It's a bit eerie how my last post 'In Loving Memory' was 15 days before my father died. I guess it's just something I never saw coming and well even if I did, I don't think I was ever going be ready for it both physically and mentally for it. I still remember everything that happened the day before, how I smiled a lot, the rush of adrenaline I felt at times, the last words he said to me when I saw him and they way I looked at him whilst he was reading the paper, how he scolded me for trying to kill a spider. I even remember the last meal he had.
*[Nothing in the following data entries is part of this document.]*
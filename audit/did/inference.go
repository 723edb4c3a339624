package did

import (
	"context"
	"fmt"
	"math/rand/v2"

	"github.com/loadwake/loadwake/audit/did/internal/robust"
	"github.com/loadwake/loadwake/audit/did/poisson"
	"github.com/loadwake/loadwake/audit/infer"
)

// Inference in this package, chosen by H, the smaller of the treated and
// untreated cluster counts (MacKinnon & Webb 2017, 2018: what limits
// few-cluster inference is the treated count, not the total):
//
//   - ppml-twfe (the headline): below infer.MinTreatedForInterval (4) no
//     interval; the p-value is a randomization test re-dealing the start
//     months over the eligible units. From 4 on, the score bootstrap with the
//     null imposed (Kline & Santos 2012; infer.ScoreBootstrap), weights by
//     infer.ChooseWeights, its interval by inverting the same test. Its
//     event study: CR1 bands with t(H−1) quantiles, and the joint test of its
//     leads (robust.LeadTest with H).
//   - cs-att: influence-function variance with each arm's own small-sample
//     factor (csVarianceFactors) and t(H−1) quantiles; the multiplier
//     bootstrap only when Options.Inference asks for it.
//   - twfe-linear and did-2x2: CR1 (Liang & Zeger 1986 with the factor
//     G/(G−1)·(N−1)/(N−K) of R's sandwich::vcovCL type "HC1") with normal
//     or t(G−1) quantiles; below FewTreatedClusters treated clusters the
//     restricted wild cluster bootstrap (null imposed; infer's
//     OLS.WildTest, Roodman, MacKinnon, Nielsen & Webb 2019), weights by
//     infer.ChooseWeights, its interval by inverting the same test
//     (setWildRestricted). twfe-linear's event-time bands stay CR1.
//
// Every random draw comes from a PCG generator seeded by Options.Seed.

// FewTreatedClusters is the number of treated clusters below which the
// linear robustness checks (did-2x2) switch from analytic to bootstrap
// inference. Thirty follows the rule of
// thumb in Cameron & Miller (2015, J. Human Resources, section VI) that
// cluster-robust variances are reliable from a few dozen clusters.
const FewTreatedClusters = robust.FewTreatedClusters

// errSingular marks a design whose cross-product matrix cannot be inverted;
// the Poisson fit's sentinel, so one test catches both.
var errSingular = poisson.ErrSingular

// setWildRestricted sets e's p-value and interval from the restricted wild
// cluster bootstrap of a'β = 0 on design d (infer.OLS.WildTest: the null
// imposed, weights chosen by the tc treated clusters, the interval by
// inverting the same test, so p < 0.05 exactly when the interval excludes
// 0). A side the inversion leaves unbounded (too few treated clusters)
// leaves e without an interval, its p-value kept.
func (e *estimate) setWildRestricted(ctx context.Context, d infer.Design, a []float64, tc int, opts Options, rng *rand.Rand) error {
	f, err := infer.FitOLS(d)
	if err != nil {
		return fmt.Errorf("restricted wild bootstrap: %w", err)
	}
	w, err := f.WildTest(ctx, a, 0, infer.WildOptions{Draws: opts.Draws, TreatedClusters: min(tc, f.G), Rand: rng})
	if err != nil {
		return fmt.Errorf("restricted wild bootstrap: %w", err)
	}
	e.p = w.P
	e.method = fmt.Sprintf("wild-bootstrap-%s-%d", w.Weights, w.Draws)
	if !robust.Finite(w.Lower) || !robust.Finite(w.Upper) {
		e.lo, e.hi, e.noInterval = e.att, e.att, true
		e.note += "; restricted wild cluster bootstrap (null imposed): interval unbounded with so few treated clusters"
		return nil
	}
	e.lo, e.hi = w.Lower, w.Upper
	e.note += "; restricted wild cluster bootstrap (null imposed), interval by test inversion"
	return nil
}
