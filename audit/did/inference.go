package did

import (
	"context"
	"fmt"
	"math"
	"math/rand/v2"
	"sort"

	"gonum.org/v1/gonum/mat"
	"gonum.org/v1/gonum/stat/distuv"

	"github.com/loadwake/loadwake/audit/did/poisson"
	"github.com/loadwake/loadwake/audit/infer"
)

// Inference in this package, chosen by H, the smaller of the treated and
// untreated cluster counts (MacKinnon & Webb 2017, 2018: what limits
// few-cluster inference is the treated count, not the total):
//
//   - ppml-twfe (the headline): below infer.MinTreatedForInterval (4) no
//     interval; the p-value is a randomization test re-dealing the start
//     months over the eligible units. From 4 on, the score bootstrap with the
//     null imposed (Kline & Santos 2012; infer.ScoreBootstrap), weights by
//     infer.ChooseWeights, its interval by inverting the same test. Its
//     event study: CR1 bands with t(H−1) quantiles, and the joint test of its
//     leads (leadTest with H).
//   - cs-att: influence-function variance with each arm's own small-sample
//     factor (csVarianceFactors) and t(H−1) quantiles; the multiplier
//     bootstrap only when Options.Inference asks for it.
//   - twfe-linear and did-2x2: CR1 (Liang & Zeger 1986 with the factor
//     G/(G−1)·(N−1)/(N−K) of R's sandwich::vcovCL type "HC1") with normal
//     or t(G−1) quantiles; below FewTreatedClusters treated clusters the
//     restricted wild cluster bootstrap (null imposed; infer's
//     OLS.WildTest, Roodman, MacKinnon, Nielsen & Webb 2019), weights by
//     infer.ChooseWeights, its interval by inverting the same test
//     (setWildRestricted). twfe-linear's event-time bands stay CR1.
//
// Every random draw comes from a PCG generator seeded by Options.Seed.

// FewTreatedClusters is the number of treated clusters below which the
// linear robustness checks (did-2x2) switch from analytic to bootstrap
// inference. Thirty follows the rule of
// thumb in Cameron & Miller (2015, J. Human Resources, section VI) that
// cluster-robust variances are reliable from a few dozen clusters.
const FewTreatedClusters = 30

// errSingular marks a design whose cross-product matrix cannot be inverted;
// the Poisson fit's sentinel, so one test catches both.
var errSingular = poisson.ErrSingular

// webbWeights are Webb's six-point wild bootstrap weights ±√(1/2), ±1, ±√(3/2),
// each with probability 1/6 (Webb 2014, Queen's Economics Dept. WP 1315).
var webbWeights = [6]float64{-math.Sqrt(1.5), -1, -math.Sqrt(0.5), math.Sqrt(0.5), 1, math.Sqrt(1.5)}

// bootWeights fills v with one draw of wild bootstrap weights: Webb's six-point
// when webb is true, Rademacher ±1 otherwise (64 signs per random word).
func bootWeights(rng *rand.Rand, v []float64, webb bool) {
	if webb {
		for i := range v {
			v[i] = webbWeights[rng.IntN(6)]
		}
		return
	}
	var bits uint64
	for i := range v {
		if i%64 == 0 {
			bits = rng.Uint64()
		}
		v[i] = float64(int(bits&1)*2 - 1)
		bits >>= 1
	}
}

// bootDraws holds B draws of G cluster weights, shared by every aggregate of
// one outcome so that their bootstrap distributions are joint.
type bootDraws struct {
	B, G int
	v    []float64 // v[b*G+g]
}

func newBootDraws(rng *rand.Rand, B, G int) *bootDraws {
	_, webb := bootName(G)
	d := &bootDraws{B: B, G: G, v: make([]float64, B*G)}
	for b := range B {
		bootWeights(rng, d.v[b*G:(b+1)*G], webb)
	}
	return d
}

// bootName names a wild bootstrap weight scheme for the method field.
func bootName(clusters int) (string, bool) {
	if clusters < 12 {
		return "webb", true
	}
	return "rademacher", false
}

// sandwichCR1 returns bread·meat·bread with meat Σ_g s_g s_g' from the
// cluster score sums (scores[g*k+a]) and the CR1 factor
// G/(G-1)·(N-1)/(N-K), where N is the number of observations and K the number
// of parameters (including absorbed fixed effects, as R's glm would count them).
func sandwichCR1(bread *mat.SymDense, scores []float64, used []bool, k, nObs, kParams int) (*mat.SymDense, int) {
	meat := mat.NewSymDense(k, nil)
	G := 0
	for g, u := range used {
		if !u {
			continue
		}
		G++
		s := scores[g*k : g*k+k]
		for a := 0; a < k; a++ {
			for b := a; b < k; b++ {
				meat.SetSym(a, b, meat.At(a, b)+s[a]*s[b])
			}
		}
	}
	var tmp mat.Dense
	tmp.Mul(bread, meat)
	var v mat.Dense
	v.Mul(&tmp, bread)
	adj := 0.0
	if G > 1 && nObs > kParams {
		adj = float64(G) / float64(G-1) * float64(nObs-1) / float64(nObs-kParams)
	}
	out := mat.NewSymDense(k, nil)
	for a := 0; a < k; a++ {
		for b := a; b < k; b++ {
			out.SetSym(a, b, adj*(v.At(a, b)+v.At(b, a))/2)
		}
	}
	return out, G
}

// waldChi2 returns the Wald statistic b'V⁻¹b, its degrees of freedom and the
// chi-square p-value. ok is false when V cannot be inverted.
func waldChi2(b []float64, v *mat.SymDense) (stat float64, df int, p float64, ok bool) {
	k := len(b)
	if k == 0 {
		return 0, 0, 0, false
	}
	var inv mat.SymDense
	if err := poisson.InvSym(&inv, v); err != nil {
		return 0, k, 0, false
	}
	bv := mat.NewVecDense(k, b)
	stat = mat.Inner(bv, &inv, bv)
	p = distuv.ChiSquared{K: float64(k)}.Survival(stat)
	return stat, k, p, finite(stat) && finite(p)
}

// critical returns the two-sided 95% critical value: the normal quantile
// 1.959964 when the treated clusters are many, t(G-1) otherwise
// (Cameron & Miller 2015, section VI.C).
func critical(treatedClusters, clusters int) float64 {
	if treatedClusters >= FewTreatedClusters || clusters < 3 {
		return distuv.UnitNormal.Quantile(0.975)
	}
	return distuv.StudentsT{Mu: 0, Sigma: 1, Nu: float64(clusters - 1)}.Quantile(0.975)
}

// pTwoSided returns the two-sided p-value of z against the normal (treated
// clusters many) or t(G-1) distribution, matching critical.
func pTwoSided(z float64, treatedClusters, clusters int) float64 {
	if treatedClusters >= FewTreatedClusters || clusters < 3 {
		return 2 * distuv.UnitNormal.Survival(math.Abs(z))
	}
	return 2 * distuv.StudentsT{Mu: 0, Sigma: 1, Nu: float64(clusters - 1)}.Survival(math.Abs(z))
}

// quantile returns the q-quantile of xs (sorted in place) by the type 7 rule
// (R's default).
func quantile(xs []float64, q float64) float64 {
	if len(xs) == 0 {
		return math.NaN()
	}
	sort.Float64s(xs)
	h := (float64(len(xs)) - 1) * q
	lo := math.Floor(h)
	i := int(lo)
	if i+1 >= len(xs) {
		return xs[len(xs)-1]
	}
	return xs[i] + (h-lo)*(xs[i+1]-xs[i])
}

func finite(x float64) bool { return !math.IsNaN(x) && !math.IsInf(x, 0) }

// analyticName names the analytic method: CR1 with normal or t(G-1) quantiles.
func analyticName(treatedClusters, clusters int) string {
	if treatedClusters >= FewTreatedClusters || clusters < 3 {
		return "analytic-cr1"
	}
	return "analytic-cr1-t(G-1)"
}

func addOuter(m *mat.SymDense, x []float64, w float64) {
	for a := range x {
		for b := a; b < len(x); b++ {
			m.SetSym(a, b, m.At(a, b)+w*x[a]*x[b])
		}
	}
}

// setWildRestricted sets e's p-value and interval from the restricted wild
// cluster bootstrap of a'β = 0 on design d (infer.OLS.WildTest: the null
// imposed, weights chosen by the tc treated clusters, the interval by
// inverting the same test, so p < 0.05 exactly when the interval excludes
// 0). A side the inversion leaves unbounded (too few treated clusters)
// leaves e without an interval, its p-value kept.
func (e *estimate) setWildRestricted(ctx context.Context, d infer.Design, a []float64, tc int, opts Options, rng *rand.Rand) error {
	f, err := infer.FitOLS(d)
	if err != nil {
		return fmt.Errorf("restricted wild bootstrap: %w", err)
	}
	w, err := f.WildTest(ctx, a, 0, infer.WildOptions{Draws: opts.Draws, TreatedClusters: min(tc, f.G), Rand: rng})
	if err != nil {
		return fmt.Errorf("restricted wild bootstrap: %w", err)
	}
	e.p = w.P
	e.method = fmt.Sprintf("wild-bootstrap-%s-%d", w.Weights, w.Draws)
	if !finite(w.Lower) || !finite(w.Upper) {
		e.lo, e.hi, e.noInterval = e.att, e.att, true
		e.note += "; restricted wild cluster bootstrap (null imposed): interval unbounded with so few treated clusters"
		return nil
	}
	e.lo, e.hi = w.Lower, w.Upper
	e.note += "; restricted wild cluster bootstrap (null imposed), interval by test inversion"
	return nil
}
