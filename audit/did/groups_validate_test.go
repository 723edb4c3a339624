//go:build validate

package did

import (
	"testing"

	"github.com/loadwake/loadwake/audit/internal/simtest"
)

// TestSplitValidate is the simulation study of EstimateByGroups (go test
// -tags validate): 200 invented panels per design, with few (4 per group)
// and many (16 per group) treated units. Where the planted effect differs by
// the trait (−30% and +10%), each group's 95% interval should hold its
// planted value about 95% of the time; where it does not (−20% in both), the
// interaction test should reject at most 6% of the time. Shares with Wilson
// 95% intervals are logged for the closing notes.
func TestSplitValidate(t *testing.T) {
	const n = 200
	for _, c := range []struct {
		name   string
		w      splitWorld
		isNull bool
	}{
		{"differ, 4 treated per group", splitWorld{PerGroup: 4, Controls: 24, Months: 30, Deltas: []float64{-0.3, 0.1}, K: 8}, false},
		{"differ, 16 treated per group", splitWorld{PerGroup: 16, Controls: 48, Months: 30, Deltas: []float64{-0.3, 0.1}, K: 8}, false},
		{"null, 4 treated per group", splitWorld{PerGroup: 4, Controls: 24, Months: 30, Deltas: []float64{-0.2, -0.2}, K: 8}, true},
		{"null, 16 treated per group", splitWorld{PerGroup: 16, Controls: 48, Months: 30, Deltas: []float64{-0.2, -0.2}, K: 8}, true},
	} {
		t.Run(c.name, func(t *testing.T) {
			cover, reject, tested := splitStudy(t, c.w, n, 199)
			for k := range cover {
				t.Logf("%s: group %c (planted %+.2f) covered in %s", c.name, 'a'+k, c.w.Deltas[k], simtest.Rate(cover[k], n))
			}
			t.Logf("%s: difference test rejects at 5%% in %s of %d tested", c.name, simtest.Rate(reject, tested), tested)
			if tested != n {
				t.Errorf("%d of %d panels tested", tested, n)
			}
			if c.isNull { // fails when the Wilson interval lies wholly above 6%
				if lo, _ := simtest.Wilson(reject, tested); lo > 0.06 {
					t.Errorf("size %s: above 6%%", simtest.Rate(reject, tested))
				}
				return
			}
			for k := range cover {
				if _, hi := simtest.Wilson(cover[k], n); hi < 0.95 {
					t.Errorf("group %c coverage %s: below 95%%", 'a'+k, simtest.Rate(cover[k], n))
				}
			}
		})
	}
}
The morning it happened, I had a dream of my mother, sister, my father, and I ... how we were all laughing and happy because we had a new addition to the family. When I woke up I thought to myself a new baby being born could mean a person dying and then..... I found out. I remember jumping out of bed to go see if it was really true. I was denial because he looked so beautiful and peaceful, I thought he was sleeping. My escape from the world is either writing or music, but when I tried either, it didn't work. I remember how I tried writing after but I felt so empty, even when I was told to write a speech - a farewell letter to him, that I was meant to say on the day of his funeral, I just couldn't do it. I remember how I wanted to say everything important but I figured I would need to write a whole book. Some of the things I wanted to say, only you would understand and it seemed pointless to include in the letter, but also seemed important to include. The day he died tears did not come to my eyes maybe because of the shock because it never hit me the first day , but when I saw his coffin and everything I just broke down and I guess that's when it hit me that you were truly gone.
Sometimes I feel like I| was too hard on him and I wonder if he was ever proud of me , I'd like to think that I made him proud nonetheless. I feel like I owe it to him. I never thought I would get out of this dark time but I guess God has his ways.
Goodbye my babies where his last words he said to me and my sis
R.I.P dear dad and your 'babies' love you !!!